A three‐dimensional high Mach number asymmetric magnetopause model from global MHD simulation

The numerical results from a physics‐based global magnetohydrodynamic (MHD) model are used to examine the effect of the interplanetary magnetic field (IMF), solar wind dynamic pressure, and dipole tilt angle on the size and shape of the magnetopause. The subsolar magnetopause is identified using the plasma velocity and density, the cusps are identified using the thermal pressure, and the whole shape of the magnetopause is determined with the three‐dimensional streamlines traced through the simulation domain. The magnetopause surface obtained from the simulations is fitted with a three‐dimensional surface function controlled by ten configuration parameters, which provide a description of the subsolar magnetopause, the cusp geometry, the flaring angle, the azimuthal asymmetry, the north‐south asymmetry, and the twisting angle of the magnetopause.
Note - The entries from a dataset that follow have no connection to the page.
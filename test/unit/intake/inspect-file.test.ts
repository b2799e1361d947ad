import { expect, test } from 'vitest';
import { inspectFile } from '../../../lib/intake/inspect-file.ts';
import type { Inspection, InspectOptions } from '../../../lib/intake/types.ts';
import { withFile } from './reading.ts';

const inspect = (text: string, options: Partial<InspectOptions> = {}): Promise<Inspection> =>
  withFile(text, (path) => inspectFile(path, { fileName: 'gauge.csv', ...options }));

test('inspectFile says how a good file will be read, with its header and first rows, and no problems', async () => {
  const seen = await inspect('station,date,flow_cfs,flag\n007,2001-03-01,1.50,A\n');
  expect(seen).toEqual({
    mapping: {
      ...{ layout: 'long', station: { from: 'column', column: 0 }, date: { columns: [1], order: 'ymd' } },
      ...{ value: { column: 2 }, flag: { column: 3 }, unit: 'ft3/s', missing: [], decimal: '.', delimiter: ',' },
    },
    header: ['station', 'date', 'flow_cfs', 'flag'],
    preview: [
      ['station', 'date', 'flow_cfs', 'flag'],
      ['007', '2001-03-01', '1.50', 'A'],
    ],
    problems: [],
    valueCandidates: [{ place: { column: 2 }, label: 'flow_cfs', samples: ['1.50'] }],
  });
});

test('inspectFile offers the slices of a fixed-width file and asks for column and unit', async () => {
  const lines = ['1948 1 1    0.0000    0.4600', '1948 1 2    0.0000    0.4550', '19481231    1.0000  -99.0000'];
  const seen = await inspect(lines.join('\n'), { fileName: 'x.dly' });
  expect(seen.mapping).toMatchObject({
    ...{ layout: 'fixed-width', station: { from: 'file-name' }, value: null, unit: null },
    date: {
      columns: [
        [0, 4],
        [4, 6],
        [6, 8],
      ],
      order: 'ymd',
    },
  });
  expect(seen.problems.map(({ problem }) => problem.needs)).toEqual(['mapping', 'unit']);
  expect(seen.valueCandidates).toEqual([
    { place: { slice: [8, 18] }, label: 'characters 9–18', samples: ['0.0000', '0.0000', '1.0000'] },
    { place: { slice: [18, 28] }, label: 'characters 19–28', samples: ['0.4600', '0.4550', '-99.0000'] },
  ]);
  expect(seen.preview[0]).toEqual(['1948', '1', '1', '0.0000', '0.4600']);
});

test('inspectFile lays a partial mapping and a unit over what it recognised', async () => {
  const text = 'station,date,upper,lower\nX,2001-01-01,1,2\n';
  expect((await inspect(text, { unit: 'L/s' })).problems.map(({ problem }) => problem.needs)).toEqual(['mapping']);
  const answered = await inspect(text, { unit: 'L/s', mapping: { value: { column: 'lower' } } });
  expect(answered.problems).toEqual([]);
  expect(answered.mapping).toMatchObject({ layout: 'long', value: { column: 'lower' }, unit: 'L/s' });
});

test('inspectFile of a file that nothing can be made of has its problem and no mapping', async () => {
  const seen = await inspect('');
  expect(seen).toMatchObject({ mapping: null, header: null, preview: [], valueCandidates: [] });
  expect(seen.problems[0].message).toMatch(/gauge.csv: the file is empty/);
});

test('inspectFile finds the date order, and asks for it where no date says it', async () => {
  const decided = await inspect('date,flow_m3s\n1/2/2001,1\n1/13/2001,2\n');
  expect(decided.mapping?.date).toEqual({ columns: [0], order: 'mdy' });
  expect(decided.problems).toEqual([]);
  const open = await inspect('date,flow_m3s\n1/2/2001,1\n');
  expect(open.problems.map(({ problem }) => problem.needs)).toEqual(['date-order']);
});
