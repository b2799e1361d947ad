import { expect, test } from 'vitest';
import { flagBits } from '../../../lib/intake/flags.ts';
import { FLAG } from '../../../lib/series/daily-series.ts';

test.each([
  ['A', 0],
  ['', 0],
  ['M', 0],
  ['A:e', FLAG.estimated],
  ['e', FLAG.estimated],
  ['E', FLAG.estimated],
  ['Estimated', FLAG.estimated],
  ['P', FLAG.provisional],
  ['P:e', FLAG.provisional | FLAG.estimated],
  ['p e', FLAG.provisional | FLAG.estimated],
  ['P,Ice', FLAG.provisional | FLAG.ice],
  ['Ice', FLAG.ice],
  ['<', FLAG['below-detection']],
  ['suspect', FLAG.suspect],
  // Letters inside other words say nothing.
  ['Approved', 0],
  ['Rice', 0],
  ['constructor', 0],
])('flagBits(“%s”) is %i', (text, bits) => {
  expect(flagBits(text)).toBe(bits);
});

test('flagBits takes a further letter for ice only where the file’s symbols have it', () => {
  expect(flagBits('B')).toBe(0);
  expect(flagBits('B', 'b')).toBe(FLAG.ice);
});
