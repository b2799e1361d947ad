import { describe, expect, test } from 'vitest';
import type { InspectOptions } from '../../../lib/intake/types.ts';
import { DATE_AT_START } from '../../fixed-width.ts';
import { dates, inspect } from './reading.ts';

test('inspectFile says how a good file will be read, with its header and first rows, and no problems', async () => {
  const seen = await inspect('station,date,flow_cfs,flag\n007,2001-03-01,1.50,A\n');
  expect(seen).toEqual({
    mapping: {
      ...{ layout: 'long', station: { from: 'column', column: 0 }, date: { columns: [1], order: 'ymd' } },
      ...{ value: { column: 2 }, flag: { column: 3 }, unit: 'ft3/s', missing: [], decimal: '.', delimiter: ',' },
    },
    header: ['station', 'date', 'flow_cfs', 'flag'],
    preview: [
      ['station', 'date', 'flow_cfs', 'flag'],
      ['007', '2001-03-01', '1.50', 'A'],
    ],
    previewLines: [1, 2],
    problems: [],
    valueCandidates: [{ place: { column: 2 }, label: 'flow_cfs', samples: ['1.50'] }],
    understood: [{ row: 2, station: '007', date: '2001-03-01', value: 1.5, flag: 'A', bits: 0, problem: null }],
    ...{ others: [], facts: [], sheets: null },
  });
});

test('inspectFile offers the slices of a fixed-width file and asks for column and unit', async () => {
  const lines = ['1948 1 1    0.0000    0.4600', '1948 1 2    0.0000    0.4550', '19481231    1.0000  -99.0000'];
  const seen = await inspect(lines.join('\n'), { fileName: 'x.dly' });
  expect(seen.mapping).toMatchObject({
    ...{ layout: 'fixed-width', station: { from: 'file-name' }, value: null, unit: null },
    date: DATE_AT_START,
  });
  expect(seen.problems.map(({ problem }) => problem.needs)).toEqual(['mapping', 'unit']);
  expect(seen.valueCandidates).toEqual([
    { place: { slice: [8, 18] }, label: 'characters 9–18', samples: ['0.0000', '0.0000', '1.0000'] },
    { place: { slice: [18, 28] }, label: 'characters 19–28', samples: ['0.4600', '0.4550', '-99.0000'] },
  ]);
  expect(seen.preview[0]).toEqual(['1948', '1', '1', '0.0000', '0.4600']);
});

test('inspectFile lays a partial mapping and a unit over what it recognised', async () => {
  const text = 'station,date,upper,lower\nX,2001-01-01,1,2\n';
  expect((await inspect(text, { unit: 'L/s' })).problems.map(({ problem }) => problem.needs)).toEqual(['mapping']);
  const answered = await inspect(text, { unit: 'L/s', mapping: { value: { column: 'lower' } } });
  expect(answered.problems).toEqual([]);
  expect(answered.mapping).toMatchObject({ layout: 'long', value: { column: 'lower' }, unit: 'L/s' });
});

test('inspectFile of a file that nothing can be made of has its problem and no mapping', async () => {
  const seen = await inspect('');
  expect(seen).toMatchObject({ mapping: null, header: null, preview: [], valueCandidates: [] });
  expect(seen.problems[0].message).toMatch(/gauge.csv: the file is empty/);
});

test('inspectFile asks for the date order where dates contradict one another, if that shows in the first rows', async () => {
  const rows = ['13/1/2001,5', '1/14/2001,6', '2/3/2001,7'];
  const { problems, understood } = await inspect(`date,flow_m3s\n${rows.join('\n')}\n`);
  expect(problems.map(({ problem }) => [problem.needs, problem.row])).toEqual([['date-order', 3]]);
  expect(understood.map(({ date }) => date)).toEqual(['2001-01-13', '2001-01-14', null]);
});

test('inspectFile finds the date order, and asks for it where no date says it', async () => {
  const decided = await inspect('date,flow_m3s\n1/2/2001,1\n1/13/2001,2\n');
  expect(decided.mapping?.date).toEqual({ columns: [0], order: 'mdy' });
  expect(decided.problems).toEqual([]);
  const open = await inspect('date,flow_m3s\n1/2/2001,1\n');
  expect(open.problems.map(({ problem }) => problem.needs)).toEqual(['date-order']);
});

describe('the rows as understood', () => {
  const rowsOf = async (text: string, options: Partial<InspectOptions> = {}) =>
    (await inspect(text, options)).understood;

  test('inspectFile shows values, missing codes and flags, and says of a row that is not taken why', async () => {
    const rows = await rowsOf(
      'station,date,flow,flag\nA,2001-01-01,1.5,P:e\nA,2001-01-02,-999,\nA,2001-02-30,2,A\n\nB,2001-01-01,<0.5,\n',
    );
    expect(rows).toEqual([
      { row: 2, station: 'A', date: '2001-01-01', value: 1.5, flag: 'P:e', bits: 3, problem: null },
      { row: 3, station: 'A', date: '2001-01-02', value: null, flag: '-999', bits: 0, problem: null },
      {
        row: 4,
        station: '',
        date: null,
        value: null,
        flag: '',
        bits: 0,
        problem: '“2001-02-30” is not a day of the calendar',
      },
      { row: 6, station: 'B', date: '2001-01-01', value: 0.5, flag: '<', bits: 8, problem: null },
    ]);
  });

  test('inspectFile shows what it understands while unit, order and flow column are not known', async () => {
    const seen = await inspect('date,upper,lower,note\n1/2/2001,1,2,x\n5/5/2001,3,4,x\n');
    const needs = seen.problems.map(({ problem }) => problem.needs);
    expect(needs).toContain('unit');
    expect(needs).toContain('date-order');
    const bare = await inspect('date,flow\n1/2/2001,1\n5/5/2001,3\n');
    expect(bare.understood).toEqual([
      expect.objectContaining({
        row: 2,
        station: 'gauge',
        date: null,
        value: 1,
        problem: expect.stringMatching(/month first/),
      }),
      expect.objectContaining({ row: 3, date: '2001-05-05', value: 3, problem: null }),
    ]);
    const open = await inspect('station,date,upper,lower\nA,2001-01-01,1,2\n', { unit: 'L/s' });
    expect(open.understood).toEqual([
      expect.objectContaining({
        station: 'A',
        date: '2001-01-01',
        value: null,
        problem: expect.stringMatching(/which column/),
      }),
    ]);
  });

  test('inspectFile shows rows of a station that the registry does not know, and asks', async () => {
    const known = { knownStations: [{ code: '0012', name: '' }] };
    const seen = await inspect('station,date,flow_m3s\n12,2001-01-01,1\n13,2001-01-01,2\n', known);
    expect(seen.problems.map(({ problem }) => problem.needs)).toEqual(['station', 'codes']);
    expect(seen.understood.map(({ station, problem }) => [station, problem])).toEqual([
      ['0012', null],
      ['13', 'the registry has no such station'],
    ]);
  });

  test('inspectFile shows forty rows at most, and reads each station of a wide table', async () => {
    const long = ['date,flow_m3s', ...dates('2001-01-01', 100).map((date, at) => `${date},${at}`)].join('\n');
    expect((await rowsOf(long)).map(({ value }) => value)).toEqual(Array.from({ length: 40 }, (_, at) => at));
    const wide = await rowsOf('date,A,B\n2001-01-01,1,2\n2001-01-02,x,4\n', { unit: 'L/s' });
    expect(wide.map(({ row, station, value, problem }) => [row, station, value, problem === null])).toEqual([
      [2, 'A', 1, true],
      [2, 'B', 2, true],
      [3, 'B', 4, true],
      [3, '', null, false],
    ]);
  });
});

test('inspectFile asks about several values a day, and about one a month', async () => {
  const hours = Array.from(
    { length: 48 },
    (_, at) => `2001-01-0${1 + (at >= 24 ? 1 : 0)} ${String(at % 24).padStart(2, '0')}:00,${at}`,
  );
  const hourly = await inspect(`date,flow_m3s\n${hours.join('\n')}\n`);
  expect(hourly.problems.map(({ problem }) => problem.needs)).toEqual(['daily-mean']);
  expect(hourly.problems[0].problem.message).toBe(
    'the file has several values a day, mostly every 1 hour (24 on most days)',
  );
  const monthly = await inspect(
    `date,flow_m3s\n${['01', '02', '03', '04', '05'].map((m) => `2001-${m}-01,1`).join('\n')}\n`,
  );
  expect(monthly.problems[0].problem.message).toMatch(/one value a month/);
});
Effects of the IMF, solar wind dynamic pressure, and dipole tilt angle on the configuration parameters are analyzed and fitted by relatively simple functions. It is found that the solar wind dynamic pressure mainly affects the magnetopause size; the IMF mainly controls the magnetopause flaring angle, azimuthal asymmetry, and twisting angle; and the dipole tilt angle mainly affects the magnetopause north‐south asymmetry and the cusp geometry. The model is validated by comparing with available empirical models and observational results, and it is demonstrated that the new model can describe the magnetopause for typical solar wind conditions.